■ **EXERCISE REQUIREMENTS**
Reproduce the data exactly. Omit no record.

(Stored data entries)
=======

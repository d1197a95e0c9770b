/**
 * The contingency table between a gold partition and a predicted partition of the same items: the one
 * structure every clustering metric here is computed from, so that no metric enumerates item pairs.
 */
export interface Contingency {
  /** Number of items. */
  n: number;
  /** Size of each gold cluster. */
  goldSizes: number[];
  /** Size of each predicted cluster. */
  predictedSizes: number[];
  /** Non-empty cells: items in gold cluster `gold` and predicted cluster `predicted`. */
  cells: { gold: number; predicted: number; count: number }[];
}

/**
 * Builds the table from two label arrays aligned by item (labels are any strings or numbers;
 * only equality matters). Throws when the arrays differ in length: the two sides must label the same items.
 */
export function contingency(gold: readonly (string | number)[], predicted: readonly (string | number)[]): Contingency {
  if (gold.length !== predicted.length) {
    throw new Error(`contingency: ${gold.length} gold labels but ${predicted.length} predicted labels; label the same items`);
  }
  const goldIndex = new Map<string | number, number>();
  const predIndex = new Map<string | number, number>();
  const goldSizes: number[] = [];
  const predictedSizes: number[] = [];
  const cellCounts = new Map<string, { gold: number; predicted: number; count: number }>();
  for (let i = 0; i < gold.length; i++) {
    const g = indexOf(goldIndex, goldSizes, gold[i] as string | number);
    const p = indexOf(predIndex, predictedSizes, predicted[i] as string | number);
    const key = `${g}:${p}`;
    const cell = cellCounts.get(key);
    if (cell) cell.count++;
    else cellCounts.set(key, { gold: g, predicted: p, count: 1 });
  }
  return { n: gold.length, goldSizes, predictedSizes, cells: [...cellCounts.values()] };
}

function indexOf(index: Map<string | number, number>, sizes: number[], label: string | number): number {
  let at = index.get(label);
  if (at === undefined) {
    at = sizes.length;
    index.set(label, at);
    sizes.push(0);
  }
  sizes[at] = (sizes[at] as number) + 1;
  return at;
}

/** n choose 2. */
export function pairsOf(n: number): number {
  return (n * (n - 1)) / 2;
}
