/**
 * The row types of the register's state tables (StateRow, derived from the kysely table types of db/types.ts) and
 * the column kinds that write and read every row image (services/register/state/tables.ts) describe the same columns,
 * each of a kind its type allows (issue 21 item 3: columns were described twice with no test tying them).
 * tables-schema.test.ts ties the kinds to the migrated database; this ties them to the types.
 *
 * The check is made by the compiler: `npm run check` (tsc) fails on a disagreement and names the table and the
 * columns; vitest runs the same file and checks the one runtime fact the types rest on (canonicalRow sets every
 * listed column).
 */
import type { Selectable } from 'kysely';
import { expect, expectTypeOf, it } from 'vitest';
import type { Database } from '../../../../db/types.ts';
import { STATE_TABLES, canonicalRow, columnsOf, type StateColumns, type StateRow, type StateTable } from '../../../../services/register/state/tables.ts';

/** A column as kysely reads it (timestamps still Dates, so that they can be told from text). */
type Read<T extends StateTable> = Selectable<Database[T]>;

/** The kinds a column read as V may be listed with. */
type KindsFor<V> = [NonNullable<V>] extends [Date]
  ? 'ts'
  : [NonNullable<V>] extends [boolean]
    ? 'bool'
    : [NonNullable<V>] extends [number]
      ? 'int8' | 'int' | 'num'
      : [NonNullable<V>] extends [string]
        ? 'text'
        : 'json';

/** Columns of the type whose listed kind its type does not allow (or that are not listed at all). */
type KindMismatches<T extends StateTable> = {
  [K in keyof Read<T>]: K extends keyof StateColumns<T> ? (StateColumns<T>[K] extends KindsFor<Read<T>[K]> ? never : K) : K;
}[keyof Read<T>];

/** Per table, every column the two descriptions disagree on. */
type Disagreements = {
  [T in StateTable]: Exclude<keyof StateColumns<T>, keyof StateRow<T>> | Exclude<keyof StateRow<T>, keyof StateColumns<T>> | KindMismatches<T>;
};

it('lists the same columns as the row types, each of a kind its type allows (checked by tsc)', () => {
  expectTypeOf<Disagreements>().toEqualTypeOf<{ [T in StateTable]: never }>();
  expectTypeOf<StateRow<'counterparty'>['created_at']>().toEqualTypeOf<string>();
  expectTypeOf<StateRow<'review_item'>['decided_at']>().toEqualTypeOf<string | null>();
  expectTypeOf<StateRow<'mention'>['counterparty_id']>().toEqualTypeOf<number | null>();
});

it('canonicalRow sets every listed column, so a StateRow has each of its columns', () => {
  for (const table of STATE_TABLES) expect(Object.keys(canonicalRow(table, {})), table).toEqual(columnsOf(table));
});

=======

■ **ANSWER**
repository d1197a95e0c9770b
/**
 * The contingency table between a gold partition and a predicted partition of the same items: the one
 * structure every clustering metric here is computed from, so that no metric enumerates item pairs.
 */
export interface Contingency {
  /** Number of items. */
  n: number;
  /** Size of each gold cluster. */
  goldSizes: number[];
  /** Size of each predicted cluster. */
  predictedSizes: number[];
  /** Non-empty cells: items in gold cluster `gold` and predicted cluster `predicted`. */
  cells: { gold: number; predicted: number; count: number }[];
}

/**
 * Builds the table from two label arrays aligned by item (labels are any strings or numbers;
 * only equality matters). Throws when the arrays differ in length: the two sides must label the same items.
 */
export function contingency(gold: readonly (string | number)[], predicted: readonly (string | number)[]): Contingency {
  if (gold.length !== predicted.length) {
    throw new Error(`contingency: ${gold.length} gold labels but ${predicted.length} predicted labels; label the same items`);
  }
  const goldIndex = new Map<string | number, number>();
  const predIndex = new Map<string | number, number>();
  const goldSizes: number[] = [];
  const predictedSizes: number[] = [];
  const cellCounts = new Map<string, { gold: number; predicted: number; count: number }>();
  for (let i = 0; i < gold.length; i++) {
    const g = indexOf(goldIndex, goldSizes, gold[i] as string | number);
    const p = indexOf(predIndex, predictedSizes, predicted[i] as string | number);
    const key = `${g}:${p}`;
    const cell = cellCounts.get(key);
    if (cell) cell.count++;
    else cellCounts.set(key, { gold: g, predicted: p, count: 1 });
  }
  return { n: gold.length, goldSizes, predictedSizes, cells: [...cellCounts.values()] };
}

function indexOf(index: Map<string | number, number>, sizes: number[], label: string | number): number {
  let at = index.get(label);
  if (at === undefined) {
    at = sizes.length;
    index.set(label, at);
    sizes.push(0);
  }
  sizes[at] = (sizes[at] as number) + 1;
  return at;
}

/** n choose 2. */
export function pairsOf(n: number): number {
  return (n * (n - 1)) / 2;
}
/**
 * The row types of the register's state tables (StateRow, derived from the kysely table types of db/types.ts) and
 * the column kinds that write and read every row image (services/register/state/tables.ts) describe the same columns,
 * each of a kind its type allows (issue 21 item 3: columns were described twice with no test tying them).
 * tables-schema.test.ts ties the kinds to the migrated database; this ties them to the types.
 *
 * The check is made by the compiler: `npm run check` (tsc) fails on a disagreement and names the table and the
 * columns; vitest runs the same file and checks the one runtime fact the types rest on (canonicalRow sets every
 * listed column).
 */
import type { Selectable } from 'kysely';
import { expect, expectTypeOf, it } from 'vitest';
import type { Database } from '../../../../db/types.ts';
import { STATE_TABLES, canonicalRow, columnsOf, type StateColumns, type StateRow, type StateTable } from '../../../../services/register/state/tables.ts';

/** A column as kysely reads it (timestamps still Dates, so that they can be told from text). */
type Read<T extends StateTable> = Selectable<Database[T]>;

/** The kinds a column read as V may be listed with. */
type KindsFor<V> = [NonNullable<V>] extends [Date]
  ? 'ts'
  : [NonNullable<V>] extends [boolean]
    ? 'bool'
    : [NonNullable<V>] extends [number]
      ? 'int8' | 'int' | 'num'
      : [NonNullable<V>] extends [string]
        ? 'text'
        : 'json';

/** Columns of the type whose listed kind its type does not allow (or that are not listed at all). */
type KindMismatches<T extends StateTable> = {
  [K in keyof Read<T>]: K extends keyof StateColumns<T> ? (StateColumns<T>[K] extends KindsFor<Read<T>[K]> ? never : K) : K;
}[keyof Read<T>];

/** Per table, every column the two descriptions disagree on. */
type Disagreements = {
  [T in StateTable]: Exclude<keyof StateColumns<T>, keyof StateRow<T>> | Exclude<keyof StateRow<T>, keyof StateColumns<T>> | KindMismatches<T>;
};

it('lists the same columns as the row types, each of a kind its type allows (checked by tsc)', () => {
  expectTypeOf<Disagreements>().toEqualTypeOf<{ [T in StateTable]: never }>();
  expectTypeOf<StateRow<'counterparty'>['created_at']>().toEqualTypeOf<string>();
  expectTypeOf<StateRow<'review_item'>['decided_at']>().toEqualTypeOf<string | null>();
  expectTypeOf<StateRow<'mention'>['counterparty_id']>().toEqualTypeOf<number | null>();
});

it('canonicalRow sets every listed column, so a StateRow has each of its columns', () => {
  for (const table of STATE_TABLES) expect(Object.keys(canonicalRow(table, {})), table).toEqual(columnsOf(table));
});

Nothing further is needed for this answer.